(Saved data entries)
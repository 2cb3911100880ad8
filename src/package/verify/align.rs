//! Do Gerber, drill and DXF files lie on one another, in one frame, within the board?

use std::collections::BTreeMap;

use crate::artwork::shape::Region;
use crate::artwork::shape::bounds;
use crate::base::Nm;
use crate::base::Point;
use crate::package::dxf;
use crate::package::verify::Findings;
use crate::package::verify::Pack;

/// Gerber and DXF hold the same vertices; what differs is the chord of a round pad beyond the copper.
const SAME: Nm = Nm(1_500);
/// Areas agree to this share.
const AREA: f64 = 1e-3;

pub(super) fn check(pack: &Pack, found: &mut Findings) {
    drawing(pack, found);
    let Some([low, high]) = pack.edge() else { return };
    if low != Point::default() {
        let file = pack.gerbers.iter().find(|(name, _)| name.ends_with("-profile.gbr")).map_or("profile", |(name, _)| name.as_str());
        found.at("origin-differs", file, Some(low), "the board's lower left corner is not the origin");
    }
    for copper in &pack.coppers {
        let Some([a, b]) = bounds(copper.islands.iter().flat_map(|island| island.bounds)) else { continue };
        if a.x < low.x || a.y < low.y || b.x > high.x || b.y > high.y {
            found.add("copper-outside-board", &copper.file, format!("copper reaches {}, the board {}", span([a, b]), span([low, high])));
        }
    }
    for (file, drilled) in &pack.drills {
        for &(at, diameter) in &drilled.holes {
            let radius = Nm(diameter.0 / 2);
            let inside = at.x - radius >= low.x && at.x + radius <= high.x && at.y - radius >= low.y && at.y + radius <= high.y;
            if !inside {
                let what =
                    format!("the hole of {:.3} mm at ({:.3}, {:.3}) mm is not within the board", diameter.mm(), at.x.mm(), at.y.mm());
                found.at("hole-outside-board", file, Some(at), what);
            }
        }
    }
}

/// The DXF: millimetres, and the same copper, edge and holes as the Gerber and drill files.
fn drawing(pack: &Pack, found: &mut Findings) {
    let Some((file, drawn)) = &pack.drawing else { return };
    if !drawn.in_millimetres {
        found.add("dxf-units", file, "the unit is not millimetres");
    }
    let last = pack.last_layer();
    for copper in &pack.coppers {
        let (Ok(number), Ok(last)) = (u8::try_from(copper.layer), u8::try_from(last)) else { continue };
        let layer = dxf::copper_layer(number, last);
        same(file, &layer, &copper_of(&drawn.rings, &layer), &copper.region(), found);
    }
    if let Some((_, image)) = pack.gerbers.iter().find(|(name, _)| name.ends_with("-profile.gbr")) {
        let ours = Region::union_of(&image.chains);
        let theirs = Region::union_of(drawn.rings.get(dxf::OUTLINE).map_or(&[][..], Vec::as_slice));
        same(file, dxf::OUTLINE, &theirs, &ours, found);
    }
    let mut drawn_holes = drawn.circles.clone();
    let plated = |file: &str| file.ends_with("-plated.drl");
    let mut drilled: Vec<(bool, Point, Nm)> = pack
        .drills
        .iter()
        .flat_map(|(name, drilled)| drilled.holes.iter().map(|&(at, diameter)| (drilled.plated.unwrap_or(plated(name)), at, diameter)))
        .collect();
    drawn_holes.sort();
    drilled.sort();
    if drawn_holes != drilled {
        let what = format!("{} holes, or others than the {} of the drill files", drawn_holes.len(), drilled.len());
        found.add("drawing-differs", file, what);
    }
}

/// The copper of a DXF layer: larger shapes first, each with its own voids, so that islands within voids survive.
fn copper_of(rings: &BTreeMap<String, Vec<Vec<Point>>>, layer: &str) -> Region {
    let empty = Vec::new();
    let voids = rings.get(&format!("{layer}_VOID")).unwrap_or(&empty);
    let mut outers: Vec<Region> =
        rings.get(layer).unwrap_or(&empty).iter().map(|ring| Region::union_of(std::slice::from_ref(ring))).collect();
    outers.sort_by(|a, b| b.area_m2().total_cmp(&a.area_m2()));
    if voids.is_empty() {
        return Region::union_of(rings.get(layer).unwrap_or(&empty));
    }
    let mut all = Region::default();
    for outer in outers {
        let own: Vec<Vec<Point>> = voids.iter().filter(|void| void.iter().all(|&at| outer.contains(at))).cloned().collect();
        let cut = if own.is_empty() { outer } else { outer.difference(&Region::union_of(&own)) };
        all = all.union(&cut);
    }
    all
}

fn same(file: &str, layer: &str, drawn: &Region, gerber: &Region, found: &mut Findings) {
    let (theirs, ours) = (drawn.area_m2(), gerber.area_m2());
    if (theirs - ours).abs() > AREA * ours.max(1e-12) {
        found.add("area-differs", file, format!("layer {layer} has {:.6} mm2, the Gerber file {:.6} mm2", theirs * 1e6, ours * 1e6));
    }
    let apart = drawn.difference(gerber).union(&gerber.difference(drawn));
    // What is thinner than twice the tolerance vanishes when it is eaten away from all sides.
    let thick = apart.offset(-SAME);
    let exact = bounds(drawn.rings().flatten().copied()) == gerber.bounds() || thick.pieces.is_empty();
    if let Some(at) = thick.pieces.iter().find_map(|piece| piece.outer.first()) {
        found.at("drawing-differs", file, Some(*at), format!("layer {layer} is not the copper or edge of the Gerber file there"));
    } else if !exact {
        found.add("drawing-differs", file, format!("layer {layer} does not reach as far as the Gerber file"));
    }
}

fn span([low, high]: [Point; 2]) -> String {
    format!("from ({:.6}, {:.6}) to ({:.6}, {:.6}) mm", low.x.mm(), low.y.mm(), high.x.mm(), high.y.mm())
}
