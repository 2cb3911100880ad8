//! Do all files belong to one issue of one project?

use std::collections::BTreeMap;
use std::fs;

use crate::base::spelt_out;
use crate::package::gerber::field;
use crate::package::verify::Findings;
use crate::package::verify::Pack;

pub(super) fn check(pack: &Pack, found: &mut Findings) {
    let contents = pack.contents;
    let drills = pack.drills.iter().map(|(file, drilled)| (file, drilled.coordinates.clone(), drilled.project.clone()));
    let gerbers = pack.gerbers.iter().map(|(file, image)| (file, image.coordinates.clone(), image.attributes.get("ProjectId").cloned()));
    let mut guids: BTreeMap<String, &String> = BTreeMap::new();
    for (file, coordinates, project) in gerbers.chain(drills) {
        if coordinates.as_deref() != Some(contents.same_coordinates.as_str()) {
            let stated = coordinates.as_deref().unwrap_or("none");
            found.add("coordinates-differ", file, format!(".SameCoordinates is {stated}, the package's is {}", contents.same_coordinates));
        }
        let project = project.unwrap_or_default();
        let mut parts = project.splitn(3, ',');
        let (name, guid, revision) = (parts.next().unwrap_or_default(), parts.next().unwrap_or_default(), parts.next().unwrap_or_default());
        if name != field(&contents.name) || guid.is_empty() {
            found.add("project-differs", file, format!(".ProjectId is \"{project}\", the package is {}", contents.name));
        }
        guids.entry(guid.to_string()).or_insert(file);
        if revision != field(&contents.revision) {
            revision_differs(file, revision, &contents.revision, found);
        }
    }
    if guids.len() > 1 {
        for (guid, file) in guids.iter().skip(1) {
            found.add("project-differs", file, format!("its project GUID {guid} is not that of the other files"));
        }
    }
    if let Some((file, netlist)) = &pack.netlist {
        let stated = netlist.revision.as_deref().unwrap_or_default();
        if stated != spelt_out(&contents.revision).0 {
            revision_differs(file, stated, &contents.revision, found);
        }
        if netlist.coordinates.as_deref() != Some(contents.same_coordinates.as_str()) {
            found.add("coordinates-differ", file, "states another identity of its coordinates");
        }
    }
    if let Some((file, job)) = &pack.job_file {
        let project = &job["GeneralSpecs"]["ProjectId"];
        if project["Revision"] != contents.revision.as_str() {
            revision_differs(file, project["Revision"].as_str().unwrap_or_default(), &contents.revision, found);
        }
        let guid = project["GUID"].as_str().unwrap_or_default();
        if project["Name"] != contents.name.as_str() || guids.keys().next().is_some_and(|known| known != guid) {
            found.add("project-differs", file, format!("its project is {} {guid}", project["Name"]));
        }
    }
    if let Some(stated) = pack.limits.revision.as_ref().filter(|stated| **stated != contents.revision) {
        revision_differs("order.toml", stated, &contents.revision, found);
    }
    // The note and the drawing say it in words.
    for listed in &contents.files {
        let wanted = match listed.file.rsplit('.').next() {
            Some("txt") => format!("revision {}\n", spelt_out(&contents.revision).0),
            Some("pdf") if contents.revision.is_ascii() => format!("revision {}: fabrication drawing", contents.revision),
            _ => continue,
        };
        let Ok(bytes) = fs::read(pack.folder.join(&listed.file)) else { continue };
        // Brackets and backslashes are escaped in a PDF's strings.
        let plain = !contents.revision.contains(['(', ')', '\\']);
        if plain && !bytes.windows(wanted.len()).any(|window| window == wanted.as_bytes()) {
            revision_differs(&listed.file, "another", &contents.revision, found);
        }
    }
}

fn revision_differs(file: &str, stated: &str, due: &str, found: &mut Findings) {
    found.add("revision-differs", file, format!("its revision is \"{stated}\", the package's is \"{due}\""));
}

• **Task requirements**: Look above for the line with "let layer = dxf::copper_layer(number, last);" and the line with "drilled.sort();". Write out those two lines and all the lines between them, exactly, and no others.

• **Output for this exercise**:
        let layer = dxf::copper_layer(number, last);
        same(file, &layer, &copper_of(&drawn.rings, &layer), &copper.region(), found);
    }
    if let Some((_, image)) = pack.gerbers.iter().find(|(name, _)| name.ends_with("-profile.gbr")) {
        let ours = Region::union_of(&image.chains);
        let theirs = Region::union_of(drawn.rings.get(dxf::OUTLINE).map_or(&[][..], Vec::as_slice));
        same(file, dxf::OUTLINE, &theirs, &ours, found);
    }
    let mut drawn_holes = drawn.circles.clone();
    let plated = |file: &str| file.ends_with("-plated.drl");
    let mut drilled: Vec<(bool, Point, Nm)> = pack
        .drills
        .iter()
        .flat_map(|(name, drilled)| drilled.holes.iter().map(|&(at, diameter)| (drilled.plated.unwrap_or(plated(name)), at, diameter)))
        .collect();
    drawn_holes.sort();
    drilled.sort();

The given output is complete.